I am starting to look for a Registered Fainting goat hopefully somewhere close to Pa. Do any of you know of any registered fainting goat breeders? We are looking for a doe for know. We have three other goats at the moment.


----------



## Coraxfeather (Oct 9, 2008)

[email protected] that is my boss's email and she has reg fainters. We live in Butler PA near pittsburgh. Her name is Debbie


----------



## all1965 (Oct 6, 2007)

You can view a list of breeders at 
http://www.myotonicgoatregistry.net


----------



## Coraxfeather (Oct 9, 2008)

I know my boss has a buck for sale now and we will have some babies soon. Our does are iven birth one by one right now. We also have mini fainters.


----------



## goat fever (Oct 18, 2007)

Thanks for all of the great leads. We have put our a few emails inquiring about a couple does. 
I did email Debbie Coraxfeather. I will let you know if we find a doe. If you see or hear of anymore please let me know.


----------



## goat fever (Oct 18, 2007)

We found one I will be bringing her home on Saturday.
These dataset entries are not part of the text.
using System.Collections.Generic;

namespace InductionHazard.Waveforms;

/// <summary>
/// The time course d(t) of a source's drive (tesla for a uniform field, amperes for a conductor) and its
/// rate d'(t), with the times a solver must step onto exactly and the time scales that set the physics.
/// </summary>
public abstract class FieldWaveform
{
    /// <summary>Creates a waveform of a drive kind.</summary>
    protected FieldWaveform(DriveKind drive)
    {
        Drive = drive;
    }

    /// <summary>The name of the form ("Ramp", "Sine").</summary>
    public abstract string Form { get; }

    /// <summary>What the values measure.</summary>
    public DriveKind Drive { get; }

    /// <summary>The drive at time t (s).</summary>
    public abstract double Value(double t);

    /// <summary>The rate of change of the drive at time t (per second); right-continuous at breakpoints.</summary>
    public abstract double Rate(double t);

    /// <summary>The largest magnitude of the drive.</summary>
    public abstract double PeakValue { get; }

    /// <summary>The largest magnitude of the rate.</summary>
    public abstract double PeakRate { get; }

    /// <summary>When the waveform begins to change, s.</summary>
    public abstract double StartSeconds { get; }

    /// <summary>When the drive stops changing (or the field is switched off), s; +infinity for a drive that runs on.</summary>
    public abstract double EndSeconds { get; }

    /// <summary>The times where the rate jumps, in increasing order; solvers step onto them exactly.</summary>
    public abstract IReadOnlyList<double> Breakpoints { get; }

    /// <summary>The characteristic times (rise time, period).</summary>
    public abstract IReadOnlyList<TimeScale> TimeScales { get; }

    /// <summary>
    /// The highest frequency with significant content, Hz: the frequency of a sine, the knee frequency
    /// 0.35 / rise time of an edge. Sets the quasi-static and skin-depth checks.
    /// </summary>
    public abstract double SignificantFrequencyHertz { get; }

    /// <summary>True for a drive that repeats with <see cref="PeriodSeconds"/> and is treated in periodic steady state.</summary>
    public virtual bool IsPeriodic => false;

    /// <summary>The period of a periodic drive, s; NaN otherwise.</summary>
    public virtual double PeriodSeconds => double.NaN;

    /// <summary>
    /// The largest step a time-stepping solver may take so that the emf is linear over each step to engineering
    /// accuracy: infinite for a piecewise-linear drive (every kink is a breakpoint), a fraction of the period or
    /// time constant for a curved one.
    /// </summary>
    public virtual double MaxStepSeconds => double.PositiveInfinity;

    /// <summary>
    /// The largest step from time t on, s: <see cref="MaxStepSeconds"/> (the least over the drive) unless a part of the
    /// drive is smoother than its most curved part, where a longer step keeps the emf as nearly linear over it. Never
    /// below <see cref="MaxStepSeconds"/>. A step that starts at t may take it only when no breakpoint lies within it
    /// (a time-stepping solver lands on every breakpoint, where the drive's form may change).
    /// </summary>
    public virtual double MaxStepAt(double t) => MaxStepSeconds;

    /// <summary>The same drive shifted in phase (for the other phases of a three-phase set).</summary>
    /// <exception cref="Errors.InvalidInputException">The form has no phase (only sines and faults do).</exception>
    public virtual FieldWaveform WithPhaseShift(double radians) =>
        throw new Errors.InvalidInputException("Waveform", "a " + Form.ToLowerInvariant() + " has no phase to shift; a three-phase set needs a sine or a fault waveform");

    /// <summary>The drive's unit symbol ("T", "A", or "" when unspecified).</summary>
    public string DriveUnit => Drive switch
    {
        DriveKind.FluxDensity => "T",
        DriveKind.Current => "A",
        _ => string.Empty,
    };

    /// <summary>A one-line description with units ("ramp 0 T to 3 T in 2 ms from 0 s").</summary>
    public abstract string Describe();

    /// <inheritdoc />
    public override string ToString() => Describe();
}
We will be naming her Tipsy and she is do to kid in March. Yeah for me. :leap:


----------



## kelebek (Oct 5, 2007)

congrats - now you know we are going to want lots of pics!


----------



## goat fever (Oct 18, 2007)

Once she is home I will post lots of pictures of her. I wanted to let you know I found the breeder from the myotonic breeder list. We bought her Maryland from whitmore farms. She is orginal from Texas though. . Thank you all1965 very much for posting the myotonic goat breeders directory because that is how we found our newest addition.


----------



## all1965 (Oct 6, 2007)

You are welcome. I love this breed and am happy to help others find their love for them as well.


----------



## goat fever (Oct 18, 2007)

Do you raise them too. We are just starting out with the fainters. So maybe I can ask you questions if any come up.


----------



## all1965 (Oct 6, 2007)

Yes I raise them. I have 30 including my babies. I love them. I have had them about 3 years now. 
Fire away with the questions.
My website (still under construction) is http://www.titanfarmsfaintinggoats.com


----------